However, a small number of the Clinton ads did cover feminist concerns (Jamieson et al., 1999) and Clinton referred to women in his speeches and made use of them as examples more often than Dole did. Clinton’s even suggested God might be a women (Jamieson et al., 1999: 14). This analysis demonstrates that despite Carroll’s critique that Clinton’s attempts to target women voters were overly narrow they were considerably more liberally feminist than Dole’s overtures. This is in keeping with a feminist analysis of Democrat and Republican gendered party types, which demonstrates that even in the context of a high-profile gender gap gendered party type plays a crucial role in the extent to which campaign messages and policy platforms are designed to meet the interests of feminist women.
The potential for dissonance between gendered newsframes and the empirical evidence is manifest in the post-election analysis of the 1996 presidential election. Ultimately, … the soccer mom did not play a particularly important role in Clinton’s victory. Like the “angry white male” before her, on further analysis, systematic evidence establishing the importance of the soccer mom proved elusive. (Kaufmann and Petrocik, 1997 cited in Norris and Carroll, 1997: 12)
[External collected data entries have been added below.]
/**
 * Captured mail as a list and one open message. Only the text part is shown (an HTML body
 * from the outside is never rendered); links in it are clickable.
 */
import Link from "next/link";
import { MailIcon } from "@/components/status/icons";
import { EmptyState } from "@/components/ui/EmptyState";
import type { CapturedMail } from "@/lib/captured-mail";

const when = new Intl.DateTimeFormat("en-GB", { dateStyle: "medium", timeStyle: "medium", timeZone: "UTC" });

function Linked({ text }: { text: string }) {
  const parts = text.split(/(https?:\/\/[^\s<>"')]+)/g);
  return (
    <pre className="whitespace-pre-wrap break-words font-sans text-sm leading-relaxed text-ink">
      {parts.map((p, i) =>
        /^https?:\/\//.test(p) ? (
          <a key={i} href={p} className="rp-link break-all" data-testid="mail-link">
            {p}
          </a>
        ) : (
          <span key={i}>{p}</span>
        ),
      )}
    </pre>
  );
}

export function CapturedMailView({ mails, selected, basePath, emptyText }: { mails: CapturedMail[]; selected: CapturedMail | null; basePath: string; emptyText: string }) {
  if (mails.length === 0) {
    return <EmptyState title="No mail captured yet.">{emptyText}</EmptyState>;
  }
  const open = selected ?? mails[0] ?? null;
  return (
    <div className="grid grid-cols-1 gap-6 lg:grid-cols-[minmax(16rem,22rem)_minmax(0,1fr)]">
      <ul className="flex min-w-0 flex-col gap-1" aria-label="Messages, newest first" data-testid="mail-list">
        {mails.map((m) => {
          const active = open?.id === m.id;
          return (
            <li key={m.id}>
              <Link
                href={`${basePath}?id=${encodeURIComponent(m.id)}`}
                aria-current={active ? "true" : undefined}
                className={`flex flex-col gap-0.5 rounded-[var(--radius-control)] border px-3 py-2 ${active ? "border-tide bg-tide-wash" : "border-transparent hover:border-line hover:bg-surface"}`}
              >
                <span className="truncate text-sm font-semibold text-ink">{m.subject === "" ? "(no subject)" : m.subject}</span>
                <span className="truncate text-xs text-ink-soft">To {m.to}</span>
                <span className="text-2xs text-ink-faint">{when.format(m.receivedAt)} UTC</span>
              </Link>
            </li>
          );
        })}
      </ul>
      {open === null ? null : (
        <article className="rp-card flex min-w-0 flex-col gap-4 p-6" data-testid="mail-message">
          <header className="flex flex-col gap-1 border-b border-line pb-4">
            <h2 className="flex items-center gap-2 text-lg font-semibold">
              <MailIcon className="size-4 text-tide" />
              {open.subject === "" ? "(no subject)" : open.subject}
            </h2>
            <p className="text-xs text-ink-soft">
              From {open.from} · To {open.to} · {when.format(open.receivedAt)} UTC
            </p>
          </header>
          <Linked text={open.text === "" ? "(This message has no text part.)" : open.text} />
        </article>
      )}
    </div>
  );
}
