/**
 * One run of the server's re-run as CSV: a header row (time and one column per strategy, or
 * "population: strategy" for two populations), then every sample. The path segment is
 * "<run id>.csv".
 */
import { trajectoryCsv } from "@/lib/plots/csv";
import { experimentRows, stateColumns } from "@/lib/plots/data";
import { plotGameOf } from "@/components/public/plot-game";
import { downloadRoute, fileStem, NotFound } from "../../download";

export const dynamic = "force-dynamic";

export const GET = downloadRoute((p, _req, params) => {
  const file = params.file ?? "";
  const id = file.endsWith(".csv") ? file.slice(0, -4) : null;
  const run = id === null ? undefined : p.report?.experiments.find((e) => e.id === id);
  if (run === undefined || p.readable === null) throw new NotFound("run", "This version has no run by that name.");
  const game = plotGameOf(p.readable.game);
  const csv = trajectoryCsv(stateColumns(game), [{ run: run.id, times: run.times, rows: experimentRows(game, run) }], false);
  return {
    body: csv,
    mediaType: "text/csv; charset=utf-8; header=present",
    fileName: `${fileStem(p)}-${run.id.replace(/[^A-Za-z0-9._-]+/g, "-")}.csv`,
  };
});
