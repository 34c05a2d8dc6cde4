/**
 * Ready-made plans for the usual ways a tank is cycled, so the demo seed, scenario
 * tests and back-tests share one set of stories. Doses are the trade's "about 2 ppm"
 * (reference.md section 9; common practice, no published source).
 */

import { toNitrogen } from '../../chemistry/nitrogen'
import type { PlannedDose, SimulationPlan } from './simulate'

/** About 2 ppm as NH3, as mg/L N. */
export const DOSE_2PPM_N = toNitrogen(2, 'NH3')
/** About 1 ppm as NH3, as mg/L N. */
export const DOSE_1PPM_N = toNitrogen(1, 'NH3')

/** The same dose every day from `fromDay` to `toDay` inclusive. */
export function dailyDoses(fromDay: number, toDay: number, amountN: number, hour = 10): PlannedDose[] {
  const doses: PlannedDose[] = []
  for (let day = fromDay; day <= toDay; day += 1) doses.push({ day, hour, amountN })
  return doses
}

/** A dose every `everyDays` days from `fromDay` to `toDay`. */
export function spacedDoses(fromDay: number, toDay: number, everyDays: number, amountN: number, hour = 10): PlannedDose[] {
  const doses: PlannedDose[] = []
  for (let day = fromDay; day <= toDay; day += everyDays) doses.push({ day, hour, amountN })
  return doses
}

/** Options of the usual fishless cycle. */
export interface FishlessOptions {
  seed: number
  start: string
  days: number
  volumeLitres?: number
  /** First day of the daily proof doses (default 24); none when past `days`. */
  proofFromDay?: number
  /** Last day of them (default the last day). */
  proofToDay?: number
  testHour?: number
  skipDays?: number[]
}

/**
 * The usual fishless cycle: bottled bacteria and about 2 ppm on day 0, about 1 ppm every
 * third day from day 9 while the bacteria grow, then from `proofFromDay` about 2 ppm each
 * evening right after the test, checked an hour later, so each day's test shows whether
 * the last evening's dose cleared.
 */
export function fishlessPlan(options: FishlessOptions): SimulationPlan {
  const proofFrom = options.proofFromDay ?? 24
  const hour = options.testHour ?? 18
  const feeding = spacedDoses(9, proofFrom - 1, 3, DOSE_1PPM_N)
  const proof = dailyDoses(proofFrom, options.proofToDay ?? options.days - 1, DOSE_2PPM_N, hour + 1)
  return {
    seed: options.seed,
    start: options.start,
    days: options.days,
    volumeLitres: options.volumeLitres,
    method: 'fishless',
    seeding: 'bottled',
    doses: [{ day: 0, hour: 10, amountN: DOSE_2PPM_N }, ...feeding, ...proof],
    extraTests: proof.map(d => ({ day: d.day, hour: hour + 2 })),
    testHour: hour,
    skipDays: options.skipDays,
  }
}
The Soccer Mom reappeared, although to a lesser extent, in the 2000 presidential election campaign and she was followed by the Security Mom in 2004 (Carroll, 2006, 2008: 77). The Security Mom had much in common with the Soccer Mom: she was perceived to be white, married with young children, but in the wake of the 2001 terrorist attacks, she was extremely anxious to protect her family (Carroll, 2006: 93). And, much like the Soccer Mom, ‘empirical data collected from voters offer little support for the characterization of security moms as portrayed in media accounts’ (Carroll, 2008: 76). Kerry and Bush both addressed the Security Mom by stressing that they would be tough on terrorism, but Kerry also focused on healthcare and the gender pay gap in an attempt to gain support among poorer women who were over-represented in the undecided category. Both candidates made symbolic attempts to appeal to women voters by making public appearances with prominent women and in addition, Kerry made some targeted issue-based appeals. Sue Carroll concludes that the Security Mom frame benefited the Bush campaign because it allowed him to appear to address women’s concerns without making any tangible policy commitments (Carroll, 2008: 87). Again the Security Mom frame deflected attention away from other subgroups of women, from the women’s movement and from a feminist reading of the gender gap (Carroll, 2006). Although the use of the frames meant that women voters received some attention during the campaign, it would seem that neither the Soccer Mom nor the Security Mom were likely to encourage the parties to attempt to represent liberally feminist women.
In the 2008 and 2012, presidential elections women voters received more media attention than ever before (Carroll, 2010, 2014). In 2008, Hillary Clinton’s candidacy in the Democratic primaries and the high levels of support she received among women ensured that women voters were a central part of the media’s coverage of the election (Carroll, 2010). Again the candidates made symbolic appeals to women voters by being seen with high-profile women and the Republicans sought to push back against the Democrats’ advantage among women by selecting a woman, Sarah Palin, to run as VP (Carroll, 2014). The selection of a woman to run as VP was McCain’s most serious attempt to target women voters in 2008. Obama made more issue-based attempts to attract women voters, stressing economic initiatives to help working women (Carroll, 2014: 120). In 2008, there was not a dominant gender newsframe and instead women voters were portrayed in a variety of different ways and they were central to the election coverage. In 2012, the most prominent gender newsframe was generated by the Obama campaign itself; they developed a narrative of the Republican War on Women. The narrative had purchase because of the extreme and shocking statements made by a number of Republicans during the primaries and the campaign: including Republican Senator Rick Santorum saying that contraception is ‘not okay’ and Republican Congressman Todd Akin stating that women’s bodies prevent them from getting pregnant as a result of rape (Carroll, 2014: 121–122). In addition, Obama repeatedly stressed his support for equal pay for men and women, while Romney publicly dodged the question. Romney’s campaign made little reference to women’s issues and in contrast, Obama frequently raised issues of women’s health and pay equality. It is clear that gendered newsframes often originate from within political campaigns/organizations (both feminist and non-feminist) and critically the extent to which they are liberally feminist in content is likely to both reflect and shape the parties’ attempts to represent women voters.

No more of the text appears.